Tuesday, April 24, 2018

PCA SOM and GTM

Excerpt from "Chemical Data Visualization and Analysis with Incremental Generative Topographic Mapping: Big Data Challenge", https://pubs.acs.org/doi/full/10.1021/ci500575y?src=recsys
 
However, both PCA and SOM have some clear drawbacks. PCA, as a linear method of dimensionality reduction, may process poorly nonlinear data. In some cases, a small number of principal components explains only a small part of data variance. As noted by Bengio et al.(16) “the expressive power of linear features is very limited: they cannot be stacked to form deeper, more abstract representations since the composition of linear operations yields another linear operation”. This hampers drastically the ability of PCA to reveal disentangled factors responsible for data variation, especially in the case of Big Data.
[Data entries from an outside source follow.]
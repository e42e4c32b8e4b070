"""The cautions that stand wherever a verdict is shown: page, API answer and paper."""

CAUTIONS: tuple[str, ...] = (
    (
        "The approved flight manual, the operator's approved procedures, local rules and licensed people "
        "decide; this computation does not replace them."
    ),
    (
        "It is only as true as what was declared: check people, items, places and fuel at the aircraft "
        "before departure."
    ),
    "Nothing that was not assessed is shown as passed; what was not assessed is listed.",
)
INVENTED = "INVENTED DATA, NOT FOR FLIGHT"
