"""What to do about a failing CG: a move is only named after it was tried, and it is the least one."""

import re
from dataclasses import replace
from fractions import Fraction

from loads.balance.assess import assess
from loads.balance.declared import read_load
from tests.pure.loads.making import envelope, load, place, twin, twin_empty

F = Fraction

BAG = {"kind": "baggage", "what": "bags", "place": "AFT-HOLD", "how": "weighed"}


def tail_heavy(bags=290, aft="119.8", **changes):
    basis = twin()
    shape = envelope((110, 4000), (110, 6800), (aft, 6800), (aft, 4000))
    basis = replace(basis, envelopes=(shape,), **changes)
    document = load(items=[{**BAG, "weight": {"value": bags, "unit": "lb"}}])
    return document, basis


def assessed(document, basis):
    return assess(read_load(document, basis), basis, twin_empty())


def test_the_move_that_is_named_works_and_a_little_less_does_not():
    document, basis = tail_heavy()
    failed = assessed(document, basis)
    advice = failed.check("cg.take-off").what_next
    amount = F(re.search(r"at least ([\d.]+) lb of baggage from aft hold to nose hold", advice)[1])  # type: ignore[index] # fails if it is absent

    def moved(weight):
        rest = {"value": str(float(290 - weight)), "unit": "lb"}
        gone = {"value": str(float(weight)), "unit": "lb"}
        return assessed(
            load(
                items=[
                    {**BAG, "weight": rest},
                    {**BAG, "what": "moved", "place": "NOSE-HOLD", "weight": gone},
                ]
            ),
            basis,
        )

    assert failed.verdict == "outside"
    assert moved(amount).verdict == "within"
    assert moved(amount - F("0.1")).verdict == "outside"


def test_a_move_into_a_place_that_cannot_take_it_is_not_named():
    document, basis = tail_heavy()
    full = tuple(place(one.id, one.arm, 5) if one.id == "NOSE-HOLD" else one for one in basis.places)
    advice = assessed(document, replace(basis, places=full)).check("cg.take-off").what_next

    assert "nose hold" not in advice


def test_where_no_single_move_does_it_the_moment_is_named():
    document, basis = tail_heavy(bags=60, aft="115")
    advice = assessed(document, basis).check("cg.take-off").what_next

    assert re.fullmatch(r"Change the moment by at least [\d.]+ lb in, forward; no single move .*", advice)


def test_phases_that_cannot_be_mended_together_are_said_to_be_so():
    document, basis = tail_heavy()
    forward = envelope((110, 4000), (110, 6800), (112, 6800), (112, 4000), phases=("take-off",))
    rear = envelope((120, 4000), (120, 6800), (128, 6800), (128, 4000), phases=("landing",))
    advice = assessed(document, replace(basis, envelopes=(forward, rear))).check("cg.take-off").what_next

    assert advice.startswith("No shift at this weight mends every phase at once")


def test_a_weight_off_the_envelope_is_mended_first():
    document, basis = tail_heavy()
    low = envelope((110, 4000), (110, 5500), (128, 5500), (128, 4000))
    check = assessed(document, replace(basis, envelopes=(low,))).check("cg.take-off")

    assert check.outcome == "fail"
    assert check.what_next == "Bring the weight within the envelope first, then assess again."
    assert "above the envelope at the same arm" in check.margin_text


def test_a_move_that_would_break_the_lateral_limit_is_not_named():
    document, basis = tail_heavy()
    aside = tuple(place("NOSE-HOLD", 30, 250, 60) if one.id == "NOSE-HOLD" else one for one in basis.places)
    across = envelope((-1, 4000), (-1, 7000), ("0.05", 7000), ("0.05", 4000), axis="lateral")
    free = replace(basis, places=aside)
    tied = replace(free, envelopes=(*basis.envelopes, across))

    assert "nose hold" in assessed(document, free).check("cg.take-off").what_next
    assert "nose hold" not in assessed(document, tied).check("cg.take-off").what_next
    assert assessed(document, tied).check("lateral.take-off").outcome == "pass"


def test_a_passenger_is_only_reseated_whole_and_into_a_free_seat_that_serves():
    document, basis = tail_heavy(bags=1, aft="119.3")
    document = {**document, "passengers": [
        {**document["passengers"][0], "seat": "ROW2-L", "weight": {"value": 240, "unit": "lb"}},
        {**document["passengers"][1], "seat": "ROW2-R"},
    ]}  # fmt: skip
    advice = assessed(document, basis).check("cg.take-off").what_next
    reseated = {**document, "passengers": [{**document["passengers"][0], "seat": "COCKPIT-R"}]}
    reseated["passengers"].append(document["passengers"][1])

    told = "Reseat the passenger from row2 l to cockpit r: a moment of at least 1804.7 lb in, forward."
    assert advice == told
    assert assessed(reseated, basis).verdict == "within"
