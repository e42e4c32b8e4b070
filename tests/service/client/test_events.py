"""What arrives at a subscribed address, judged by the standard's own package: `standardwebhooks`."""

import base64
import json
from datetime import UTC, datetime

import pytest
from standardwebhooks import Webhook

from service.client import MessageRefused, read_message

NOW = datetime(2026, 12, 1, 15, 0, tzinfo=UTC)
SECRET, OLD, STRANGE = (f"whsec_{base64.b64encode(one * 32).decode()}" for one in (b"a", b"b", b"c"))
BODY = json.dumps(
    {"type": "load.rejected", "timestamp": "2026-12-01T15:00:00Z", "data": {"load": "7"}}
).encode()


def headers(*secrets: str, at: datetime = NOW, body: bytes = BODY) -> dict[str, str]:
    signed = " ".join(Webhook(secret).sign("msg-1", at, body.decode()) for secret in secrets)
    return {
        "Webhook-Id": "msg-1",
        "Webhook-Timestamp": str(int(at.timestamp())),
        "Webhook-Signature": signed,
    }


def test_a_message_the_standards_package_signed_is_read() -> None:
    message = read_message(BODY, headers(SECRET), SECRET, now=NOW.timestamp())

    assert (message.id, message.type, message.data) == ("msg-1", "load.rejected", {"load": "7"})


@pytest.mark.parametrize(("signed", "known"), [([OLD, SECRET], [SECRET]), ([OLD], [SECRET, OLD])])
def test_two_secrets_serve_while_one_follows_the_other(signed: list[str], known: list[str]) -> None:
    assert read_message(BODY, headers(*signed), *known, now=NOW.timestamp()).type == "load.rejected"


REFUSED = [
    (BODY, headers(STRANGE), 0.0),
    (BODY + b" ", headers(SECRET), 0.0),
    (BODY, headers(SECRET), 301.0),
    (BODY, headers(SECRET), -301.0),
    (BODY, headers(SECRET) | {"Webhook-Id": "msg-2"}, 0.0),
    (BODY, headers(SECRET) | {"Webhook-Timestamp": "now"}, 0.0),
    (BODY, headers(SECRET) | {"Webhook-Signature": "v1,%%%"}, 0.0),
    (BODY, headers(SECRET) | {"Webhook-Signature": "v2,abc"}, 0.0),
    (BODY, {}, 0.0),
    (b"[1]", headers(SECRET, body=b"[1]"), 0.0),
]


@pytest.mark.parametrize(("body", "named", "late"), REFUSED)
def test_any_other_message_is_refused(body: bytes, named: dict[str, str], late: float) -> None:
    with pytest.raises(MessageRefused):
        read_message(body, named, SECRET, now=NOW.timestamp() + late)


def test_without_a_secret_nothing_is_believed() -> None:
    with pytest.raises(MessageRefused):
        read_message(BODY, headers(SECRET), now=NOW.timestamp())
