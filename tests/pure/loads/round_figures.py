"""An invented aircraft in round figures, so that every case can be reckoned again by hand.

Empty 2,000 lb at 100 in; the pilot 200 lb at 90 in; four seats at 110 in; a door at 140 in, a hold at 130 in,
a hook at 80 in; one tank of 100 US gal at 100 in; fuel at 6 lb/US gal: 360 lb at engine start, none for taxi.
"""

from dataclasses import replace
from typing import Any

from fleet.basis import Basis, BurnStage
from fleet.weighing import EmptyFigures
from loads.balance.assess import assess
from loads.balance.declared import read_load
from loads.balance.result import Result
from tests.pure.loads.making import ROOMY, F, envelope, limits, load, place, seat, tank, twin

SEATS = ("S1", "S2", "S3", "S4")
EMPTY = EmptyFigures(F(2000), F(200_000), F(0), "nose cone", "wheels", "weighing")
IN_FLIGHT = ("take-off", "landing")


def q(value: Any, unit: str = "lb") -> dict[str, Any]:
    return {"value": value, "unit": unit}


def box(forward: Any, aft: Any, low: int = 1000, high: int = 9000, **more: Any) -> Any:
    """An envelope of one arm forward and one aft."""
    return envelope((forward, low), (forward, high), (aft, high), (aft, low), **more)


def round_basis(*envelopes: Any, weights: dict[str, Any] | None = None, **changes: Any) -> Basis:
    """The aircraft; `weights` are limits of weight beside roomy ones."""
    basis = twin()
    seats = (seat("P", 90, serves="crew"), *(seat(name, 110) for name in SEATS))
    places = (place("DOOR", 140, None), place("HOLD", 130, None), place("HOOK", 80, None))
    entered = limits(**(ROOMY | (weights or {})))
    known = replace(
        basis.configurations[0],
        seats=tuple(one.id for one in seats),
        places=tuple(one.id for one in places),
        limits=entered,
    )
    stages = (BurnStage(("MAIN",)),)
    made = replace(
        basis,
        seats=seats,
        places=places,
        zones=(),
        tanks=(tank("MAIN", 100, 100),),
        burn_order=stages,
        taxi_order=stages,
        limits=entered,
        envelopes=envelopes or (box(80, 120),),
        configurations=(known,),
    )
    return replace(made, **changes)


def round_load(
    jumpers: int = 0,
    *,
    items: list[tuple[str, str, int]] | None = None,
    fuel: dict[str, Any] | None = None,
    start: dict[str, Any] | None = None,
    **more: Any,
) -> dict[str, Any]:
    """A load of the aircraft: people of 200 lb in the first seats, items as (what, place, pounds)."""
    people = [
        {"name": f"N. {name}", "seat": name, "weight": q(200), "how": "weighed"} for name in SEATS[:jumpers]
    ]
    pilot = {"name": "R. Amani", "position": "pilot in command", "seat": "P", "weight": q(200)}
    document = load(
        limits=[],
        persons_on_board=1 + jumpers,
        crew=[pilot | {"how": "weighed"}],
        passengers=people,
        items=[
            {"kind": "cargo", "what": what, "place": where, "weight": q(weight), "how": "weighed"}
            for what, where, weight in items or ()
        ],
        **more,
    )
    document["fuel"] |= {
        "at_engine_start": start or {"MAIN": q(60, "US gal")},
        "taxi": q(0),
        "trip": q(120),
        "minimum_at_landing": q(60),
        **(fuel or {}),
    }
    return document


def flown(document: dict[str, Any], basis: Basis | None = None) -> Result:
    """Read and assess a load of the aircraft."""
    basis = basis or round_basis()
    return assess(read_load(document, basis), basis, EMPTY)


def at(result: Result, phase: Any) -> tuple[Any, Any]:
    """Weight and moment at a phase."""
    state = result.state(phase)
    return state.weight, state.moment
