"""Approves an empty weight: from its own `true from` on, loads rest on it."""

from fleet import acts
from fleet.actions.authorship import approver_acting, own
from fleet.actions.basis_fit import refuse_unfit
from fleet.actions.constraint_refusals import refused_as
from fleet.actions.standing_projection import APPROVAL_REFUSALS, stand
from fleet.actions.unexplained_jump import refuse_unexplained_jump
from fleet.events import VERSIONS_CHANGED
from fleet.models import Aircraft, Approval, EmptyWeight
from records import outbox
from records.act import act
from records.actor import Actor
from records.refusal import Invalid, NotKnown, StepRefused
from records.strict_json import read


def approve_empty_weight(
    actor: Actor, aircraft: Aircraft, empty_weight: EmptyWeight, *, reason: str = ""
) -> Approval:
    """This function will approve the empty weight and let it stand from its own `true_from`.

    Raises StepRefused when it is approved already, no longer goes with the loading basis in force then, or
    is further from the figure it follows than the operator's settings let pass without a cause, which is the
    `reason`; NotAllowed for the person who entered it, or anybody who is no person.
    """
    own(actor, aircraft)
    if empty_weight.aircraft_id != aircraft.id:
        raise NotKnown("empty-weight-not-known", f"{aircraft.registration} has no such empty weight.")
    about = f"aircraft:{aircraft.id}"
    with (
        refused_as(APPROVAL_REFUSALS),
        act(acts.APPROVE_EMPTY_WEIGHT, by=actor, about=about, reason=reason) as entry,
    ):
        approver = approver_acting(actor, empty_weight.entered_by_id)
        try:
            refuse_unfit(aircraft, read(empty_weight.document.encode()), empty_weight.true_from, entry.at)
        except Invalid as unfit:
            raise StepRefused(
                "empty-weight-unfit",
                "The loading basis in force has changed since; this empty weight no longer goes with it.",
                faults=unfit.faults,
                next_step="Enter the empty weight again as the basis in force asks for it.",
            ) from unfit
        if not reason.strip():
            refuse_unexplained_jump(aircraft, empty_weight, entry.at)
        approval = Approval.objects.create(
            operator_id=aircraft.operator_id,
            aircraft=aircraft,
            empty_weight=empty_weight,
            entered_by_id=empty_weight.entered_by_id,
            approved_by_id=approver,
            true_from=empty_weight.true_from,
            known_from=entry.at,
        )
        stand(approval, empty_weight)
        outbox.put(entry, VERSIONS_CHANGED, str(approval.id))
    return approval
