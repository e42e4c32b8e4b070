"""Makes the link by which somebody who forgot their password chooses a new one."""

from dataclasses import dataclass

from django.contrib.auth.tokens import default_token_generator

from fleet import acts
from fleet.actions.duty_rows import of_same_operator
from fleet.models import Person
from records.act import act
from records.actor import Actor
from records.refusal import NotAllowed, StepRefused


@dataclass(frozen=True, slots=True)
class Link:
    """Whose password may be chosen anew, and the code that lets them."""

    person: int
    code: str


def let_choose_password(actor: Actor, person: Person, *, reason: str) -> Link:
    """This function will return a code that lets the person choose a new password, once, within the hours of
    the setting PASSWORD_RESET_TIMEOUT; nothing of it is stored.

    Whoever holds it can sign in as them, so the trail says who made it and why, and the page of the person
    shows it. Raises NotKnown (another operator's), NotAllowed (oneself) and StepRefused (deactivated).
    """
    of_same_operator(actor, person)
    if actor.person == person.pk:
        raise NotAllowed("own-password-known", "Who is signed in changes the password on their own page.")
    if not person.is_active:
        raise StepRefused("person-inactive", "This person is deactivated; no password of theirs serves.")
    with act(acts.LET_CHOOSE_PASSWORD, by=actor, about=f"person:{person.pk}", reason=reason):
        return Link(person.pk, default_token_generator.make_token(person))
Another problem comes from the low information richness of PCA plots, resulting from the tendency to concentrate most of the data points in a certain region in the form of a Gaussian cloud, while leaving the rest of the plot poorly populated.(17) This behavior could be explained with the help of the probabilistic interpretation of PCA, which casts it as a factor analysis based on a single multivariate normal distribution function.(18)
 
SOM is a nonlinear dimensionality reduction method. Due to its topology-preserving character, SOM provides more information-rich plots than PCA. However, SOM suffers of its purely empirical nature and lacks solid statistical foundations.(19) As a result, the output information is truncated to the assignment of a molecule into its residence node, and the indication of how well it fits into this node. SOM tools, by default, would not report whether other nodes might have hosted a molecule as well, at only slightly higher quantization errors (mean dissimilarity between each molecule and the code vectors of its residence neuron). Since SOM does not define any probability distribution function, any powerful tool of statistical analysis and inference cannot be applied. The training algorithm for SOM does not optimize an objective function(20) and, therefore, does not guarantee convergence. The choice of SOM parameters (learning rate and width of neighborhood functions) proceeds essentially in an empirical manner, without any statistical justification.
 
The above is the key issue prompting Bishop et al.(21) to suggest generative topographic mapping (GTM) as a probabilistic extension of SOM. GTM overcomes most of the limitations of SOMs without introducing disadvantages. GTM is a probabilistic topology-preserving dimensionality reduction method,(21) which projects the D-dimensional chemical space onto a two-dimensional space. It has been shown that GTM could be used not only as a chemical data visualization tool(17, 22, 23) but also to build classification(17, 22) and regression(24) structure–property models.